| Data supplied |

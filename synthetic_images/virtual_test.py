"""A virtual tensile test: what machine, coupon and camera do at each instant.

The lower grip is fixed; after an idle time the upper one moves up at constant speed.  Its travel is
taken up by slack in the seating, by the spring of machine and grips, and by the coupon:

    travel = slack·(1 − exp(−F / seating force)) + F / stiffness + strain·free length

(with no seating force the slack is free travel before any force).  The middle of the view is half
way between the grips, so it rises by half of the coupon's extension and by the lower grip's share
of the rest.  All times here are the machine's.
"""

from __future__ import annotations

from dataclasses import dataclass

import numpy as np
from numpy.typing import ArrayLike, NDArray

from synthetic_images.coupon import Coupon
from synthetic_images.materials import proof_stress
from synthetic_images.motions import Bending, Motion, _cos_sin, homogeneous
from synthetic_images.scenario import Scenario

Floats = NDArray[np.float64]

#: Halvings that take a bracket down to the spacing of floats.
_HALVINGS = 70
#: The realisation of a texture is larger than the picture by this, px, for what moves into view.
_MARGIN = 64
#: Each random thing draws from its own stream, so that changing one leaves the others as they were.
_STREAMS = {"texture": 1, "noise": 2, "force": 3, "crosshead": 4, "errors": 5, "extensometer": 6}


@dataclass(frozen=True)
class State:
    """The test at some instants, shape (n,) each.

    Attributes
    ----------
    crosshead_mm
        Travel of the upper grip.
    force_N
        True force.
    axial, transverse
        Engineering strains at the middle of the view.
    rise_mm
        How far the middle of the view has moved up the coupon's axis.
    sideways_mm
        How far it has moved across.
    """

    crosshead_mm: Floats
    force_N: Floats
    axial: Floats
    transverse: Floats
    rise_mm: Floats
    sideways_mm: Floats


@dataclass(frozen=True)
class Readings:
    """What was drawn for this test's systematic errors.

    Attributes
    ----------
    force_factor
        Indicated over true force.
    section_mm
        The section as the calliper gave it: width and thickness, or diameter.
    """

    force_factor: float
    section_mm: dict[str, float]


class VirtualTest:
    """The physics of one scenario.

    Parameters
    ----------
    scenario
        Its description.
    """

    def __init__(self, scenario: Scenario) -> None:
        self.scenario = scenario
        self.material = scenario.material.make()
        self.camera = scenario.camera.make()
        self.area_mm2 = scenario.specimen.area
        view = scenario.view
        self.centre = ((view.columns - 1) / 2, (view.rows - 1) / 2)
        self.texture = scenario.texture.make(
            (view.columns + 2 * _MARGIN, view.rows + 2 * _MARGIN), self.seed("texture")
        )

    def seed(self, stream: str) -> int:
        """Return the seed of one of the test's random things."""
        mixed = np.random.SeedSequence([self.scenario.seed, _STREAMS[stream]])
        return int(mixed.generate_state(1, np.uint64)[0])

    @property
    def frame_times(self) -> Floats:
        """When the frames are taken, s."""
        camera = self.scenario.camera
        return camera.offset + np.arange(camera.frames) / camera.rate

    @property
    def record_times(self) -> Floats:
        """When the load record is sampled, s."""
        rate = self.scenario.load_record.rate
        return np.arange(int(self.scenario.record_end * rate) + 1) / rate

    @property
    def fracture_time(self) -> float:
        """When the coupon breaks, s; infinite where it does not."""
        strain, machine = self.scenario.machine.fracture_strain, self.scenario.machine
        if strain is None:
            return np.inf
        return machine.start + float(self._travel(np.array(strain))) / machine.speed

    def at(self, time_s: ArrayLike) -> State:
        """Return the state at times on the machine's clock, s, shape (n,)."""
        time = np.asarray(time_s, dtype=float)
        machine = self.scenario.machine
        pulled = np.clip(time - machine.start, 0, None)
        travel = machine.speed * np.minimum(pulled, self.fracture_time - machine.start)
        axial = self._strain(travel)
        transverse, force = self.material.transverse(axial), self.area_mm2 * self.material.stress(axial)
        taken = travel - axial * machine.free_length
        broken = time >= self.fracture_time
        if machine.fracture_strain is not None:
            # The spring of the grip returns; what was slack stays taken up.
            taken = np.where(broken, taken - force / machine.stiffness, taken)
            force = np.where(broken, 0.0, force)
            left = self.material.unloaded(machine.fracture_strain)
            axial, transverse = (
                np.where(broken, s, e) for s, e in zip(left, (axial, transverse), strict=True)
            )
        return State(
            crosshead_mm=machine.speed * pulled,
            force_N=force,
            axial=axial,
            transverse=transverse,
            rise_mm=machine.lower_share * taken + axial * machine.free_length / 2,
            sideways_mm=machine.sideways * pulled,
        )

    def _travel(self, strain: Floats) -> Floats:
        machine = self.scenario.machine
        force = self.area_mm2 * self.material.stress(strain)
        with np.errstate(divide="ignore", invalid="ignore"):
            seated = np.where(force > 0, -np.expm1(-force / machine.seating_force), 0.0)
        return machine.slack * seated + force / machine.stiffness + strain * machine.free_length

    def _strain(self, travel: Floats) -> Floats:
        """Solve `_travel` for the strain by halving, as it only ever rises."""
        low, high = np.zeros_like(travel), travel / self.scenario.machine.free_length
        for _ in range(_HALVINGS):
            middle = (low + high) / 2
            above = self._travel(middle) > travel
            low, high = np.where(above, low, middle), np.where(above, middle, high)
        return low

    def motions(self) -> list[Motion]:
        """Return the motion of the coupon in the picture, frame by frame."""
        state, view = self.at(self.frame_times), self.scenario.view
        c, s = _cos_sin(view.axis_angle)
        return [self._motion(state, k, c, s) for k in range(len(state.axial))]

    def _motion(self, state: State, k: int, c: float, s: float) -> Motion:
        up, across = -state.rise_mm[k] / self.scenario.scale, state.sideways_mm[k] / self.scenario.scale
        axial, transverse, angle = state.axial[k], state.transverse[k], self.scenario.view.axis_angle
        straight = homogeneous(
            float(axial),
            float(transverse),
            axis_angle_deg=angle,
            centre=self.centre,
            shift=(float(c * across - s * up), float(s * across + c * up)),
        )
        curvature = self.scenario.machine.bending * axial / (self.scenario.view.coupon_width / 2)
        if curvature == 0:
            return straight
        return Bending(straight, angle, float(curvature), float(-transverse / axial))

    def scene(self, motion: Motion) -> Coupon:
        """Return what the camera sees when the coupon has moved so."""
        view = self.scenario.view
        return Coupon(
            self.texture,
            motion,
            self.centre,
            view.coupon_width,
            view.axis_angle,
            view.background,
            cylinder=self.scenario.specimen.shape == "round",
        )

    def frame(self, k: int, motion: Motion) -> NDArray:
        """Return frame k, grey levels, shape (rows, columns)."""
        shape = (self.scenario.view.rows, self.scenario.view.columns)
        return self.camera.photograph(self.scene(motion), shape, frame=k, seed=self.seed("noise"))

    def readings(self) -> Readings:
        """Draw the systematic errors from their stated standard uncertainties."""
        specimen = self.scenario.specimen
        draw = np.random.default_rng(self.seed("errors")).standard_normal(3)
        return Readings(
            force_factor=1 + self.scenario.load_record.force_uncertainty * float(draw[0]),
            section_mm={
                name: getattr(specimen, name) + (getattr(specimen, f"{name}_uncertainty") or 0.0) * float(one)
                for name, one in zip(specimen.dimensions, draw[1:], strict=False)
            },
        )

    def record(self) -> tuple[Floats, Floats, Floats]:
        """Return the load record: time (s), crosshead (mm) and force (N) as the machine indicates them."""
        settings = self.scenario.load_record
        time = self.record_times
        state = self.at(time)
        noise = {
            name: np.random.default_rng(self.seed(name)).standard_normal(time.size)
            for name in ("force", "crosshead")
        }
        force = self.readings().force_factor * state.force_N + settings.force_noise * noise["force"]
        crosshead = state.crosshead_mm + settings.crosshead_noise * noise["crosshead"]
        return time, crosshead, force

    def contact_strain(self) -> Floats | None:
        """Return the clip-on extensometer's strain at the record's times; None where there is none.

        It is taken off when the strain reaches `extensometer_removed`, and then reads nothing but noise.
        """
        settings = self.scenario.load_record
        if settings.extensometer_gain is None:
            return None
        axial = self.at(self.record_times).axial
        strain = settings.extensometer_gain * axial + settings.extensometer_offset
        if settings.extensometer_removed is not None:
            strain[np.maximum.accumulate(axial) >= settings.extensometer_removed] = 0.0
        noise = np.random.default_rng(self.seed("extensometer")).standard_normal(axial.size)
        return strain + settings.extensometer_noise * noise

    def properties(self) -> dict[str, tuple[float, str]]:
        """Return the true properties, (value, unit) by the names of a result; NaN where none is reached.

        The tensile strength is the largest stress that the coupon has borne by the record's last sample.
        """
        last = min(self.fracture_time, float(self.record_times[-1]))
        machine = self.scenario.machine
        strain = float(self._strain(np.array(machine.speed * max(last - machine.start, 0.0))))
        modulus, ratio = self.material.youngs_modulus, self.material.poissons_ratio
        return {
            "youngs_modulus": (modulus, "MPa"),
            "poissons_ratio": (ratio, ""),
            "shear_modulus": (modulus / (2 * (1 + ratio)), "MPa"),
            "proof_stress_0_2": (proof_stress(self.material, strain), "MPa"),
            "tensile_strength": (float(np.max(self.material.stress(np.linspace(0, strain, 2001)))), "MPa"),
        }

| About this exercise |
From the material above, set down exactly the lines starting at the one with "self.camera = scenario.camera.make()" and ending at the one with "taken = travel", end lines included.

| Task answer |
        self.camera = scenario.camera.make()
        self.area_mm2 = scenario.specimen.area
        view = scenario.view
        self.centre = ((view.columns - 1) / 2, (view.rows - 1) / 2)
        self.texture = scenario.texture.make(
            (view.columns + 2 * _MARGIN, view.rows + 2 * _MARGIN), self.seed("texture")
        )

    def seed(self, stream: str) -> int:
        """Return the seed of one of the test's random things."""
        mixed = np.random.SeedSequence([self.scenario.seed, _STREAMS[stream]])
        return int(mixed.generate_state(1, np.uint64)[0])

    @property
    def frame_times(self) -> Floats:
        """When the frames are taken, s."""
        camera = self.scenario.camera
        return camera.offset + np.arange(camera.frames) / camera.rate

    @property
    def record_times(self) -> Floats:
        """When the load record is sampled, s."""
        rate = self.scenario.load_record.rate
        return np.arange(int(self.scenario.record_end * rate) + 1) / rate

    @property
    def fracture_time(self) -> float:
        """When the coupon breaks, s; infinite where it does not."""
        strain, machine = self.scenario.machine.fracture_strain, self.scenario.machine
        if strain is None:
            return np.inf
        return machine.start + float(self._travel(np.array(strain))) / machine.speed

    def at(self, time_s: ArrayLike) -> State:
        """Return the state at times on the machine's clock, s, shape (n,)."""
        time = np.asarray(time_s, dtype=float)
        machine = self.scenario.machine
        pulled = np.clip(time - machine.start, 0, None)
        travel = machine.speed * np.minimum(pulled, self.fracture_time - machine.start)
        axial = self._strain(travel)
        transverse, force = self.material.transverse(axial), self.area_mm2 * self.material.stress(axial)
        taken = travel - axial * machine.free_length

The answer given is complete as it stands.